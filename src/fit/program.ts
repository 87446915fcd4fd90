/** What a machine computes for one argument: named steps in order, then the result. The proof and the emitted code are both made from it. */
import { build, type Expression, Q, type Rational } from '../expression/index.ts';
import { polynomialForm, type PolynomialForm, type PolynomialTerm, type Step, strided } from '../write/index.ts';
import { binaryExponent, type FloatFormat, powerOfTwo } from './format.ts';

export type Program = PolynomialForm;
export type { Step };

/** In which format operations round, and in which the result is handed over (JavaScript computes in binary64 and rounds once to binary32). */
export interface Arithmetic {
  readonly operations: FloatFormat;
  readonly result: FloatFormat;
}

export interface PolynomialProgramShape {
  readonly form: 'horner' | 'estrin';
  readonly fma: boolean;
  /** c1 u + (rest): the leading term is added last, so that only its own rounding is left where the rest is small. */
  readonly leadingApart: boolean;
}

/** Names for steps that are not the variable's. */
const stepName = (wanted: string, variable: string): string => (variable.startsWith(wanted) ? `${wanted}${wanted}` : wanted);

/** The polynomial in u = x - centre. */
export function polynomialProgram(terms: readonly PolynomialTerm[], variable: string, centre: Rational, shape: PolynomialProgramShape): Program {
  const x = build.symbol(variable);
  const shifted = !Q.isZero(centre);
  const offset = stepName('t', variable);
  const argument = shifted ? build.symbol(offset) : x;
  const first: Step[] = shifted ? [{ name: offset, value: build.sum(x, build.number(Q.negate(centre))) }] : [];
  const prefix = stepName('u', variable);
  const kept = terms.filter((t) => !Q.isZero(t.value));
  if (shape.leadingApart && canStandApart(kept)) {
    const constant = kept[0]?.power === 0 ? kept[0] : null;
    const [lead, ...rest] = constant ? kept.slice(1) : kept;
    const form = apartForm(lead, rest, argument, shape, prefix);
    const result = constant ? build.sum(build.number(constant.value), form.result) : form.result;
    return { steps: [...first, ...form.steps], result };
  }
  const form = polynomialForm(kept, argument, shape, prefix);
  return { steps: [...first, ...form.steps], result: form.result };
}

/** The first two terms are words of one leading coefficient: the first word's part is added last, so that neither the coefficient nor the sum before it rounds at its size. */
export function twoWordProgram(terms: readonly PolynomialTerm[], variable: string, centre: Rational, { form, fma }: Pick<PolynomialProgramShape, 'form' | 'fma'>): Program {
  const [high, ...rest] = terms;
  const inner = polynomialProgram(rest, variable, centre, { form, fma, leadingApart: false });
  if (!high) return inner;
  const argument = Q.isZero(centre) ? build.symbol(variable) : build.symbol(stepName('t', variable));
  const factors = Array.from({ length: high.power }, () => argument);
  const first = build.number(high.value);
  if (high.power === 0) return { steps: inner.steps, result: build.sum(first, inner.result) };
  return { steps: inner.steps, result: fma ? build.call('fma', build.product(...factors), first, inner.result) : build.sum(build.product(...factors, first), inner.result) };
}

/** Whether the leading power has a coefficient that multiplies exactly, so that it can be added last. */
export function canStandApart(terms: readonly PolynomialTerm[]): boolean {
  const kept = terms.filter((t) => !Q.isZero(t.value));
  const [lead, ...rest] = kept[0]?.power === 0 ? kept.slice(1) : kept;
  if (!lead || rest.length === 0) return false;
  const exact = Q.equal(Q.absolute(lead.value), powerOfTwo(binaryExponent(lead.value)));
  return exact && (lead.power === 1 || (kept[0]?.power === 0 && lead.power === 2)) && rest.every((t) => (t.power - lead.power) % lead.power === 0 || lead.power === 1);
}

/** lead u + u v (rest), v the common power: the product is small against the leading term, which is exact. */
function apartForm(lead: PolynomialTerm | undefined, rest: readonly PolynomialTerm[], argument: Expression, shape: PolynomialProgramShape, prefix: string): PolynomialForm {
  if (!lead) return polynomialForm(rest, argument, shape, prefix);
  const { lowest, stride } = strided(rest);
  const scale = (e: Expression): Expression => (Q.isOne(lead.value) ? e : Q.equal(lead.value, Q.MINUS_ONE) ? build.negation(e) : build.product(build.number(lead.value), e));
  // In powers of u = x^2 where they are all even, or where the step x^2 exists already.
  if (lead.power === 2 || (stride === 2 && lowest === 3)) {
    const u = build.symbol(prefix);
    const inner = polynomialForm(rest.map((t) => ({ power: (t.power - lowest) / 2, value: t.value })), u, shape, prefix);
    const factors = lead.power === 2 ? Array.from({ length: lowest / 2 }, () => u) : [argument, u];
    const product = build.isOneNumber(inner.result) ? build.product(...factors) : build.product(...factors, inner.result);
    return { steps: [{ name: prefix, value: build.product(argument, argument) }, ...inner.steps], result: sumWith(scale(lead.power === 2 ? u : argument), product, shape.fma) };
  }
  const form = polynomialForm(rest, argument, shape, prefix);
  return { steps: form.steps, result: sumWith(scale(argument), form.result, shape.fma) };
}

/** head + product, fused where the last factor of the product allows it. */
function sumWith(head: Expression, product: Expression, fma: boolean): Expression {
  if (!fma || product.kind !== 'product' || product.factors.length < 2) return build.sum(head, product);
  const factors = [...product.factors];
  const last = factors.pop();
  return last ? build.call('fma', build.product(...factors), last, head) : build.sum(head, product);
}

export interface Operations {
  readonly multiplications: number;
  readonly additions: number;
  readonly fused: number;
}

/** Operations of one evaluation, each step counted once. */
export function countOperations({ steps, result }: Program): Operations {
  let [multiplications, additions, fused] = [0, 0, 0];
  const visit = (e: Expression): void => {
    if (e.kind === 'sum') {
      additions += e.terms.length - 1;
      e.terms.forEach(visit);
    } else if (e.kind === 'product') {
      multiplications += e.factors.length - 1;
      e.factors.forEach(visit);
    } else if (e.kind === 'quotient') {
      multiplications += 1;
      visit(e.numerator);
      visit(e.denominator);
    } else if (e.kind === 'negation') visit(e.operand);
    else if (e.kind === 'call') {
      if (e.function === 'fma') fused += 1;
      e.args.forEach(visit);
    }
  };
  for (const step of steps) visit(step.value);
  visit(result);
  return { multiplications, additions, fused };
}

> [Problem statement]: If a line contains the word "Array", it counts; say how many such lines there are in the data above, and nothing else.

> [Reply]: 2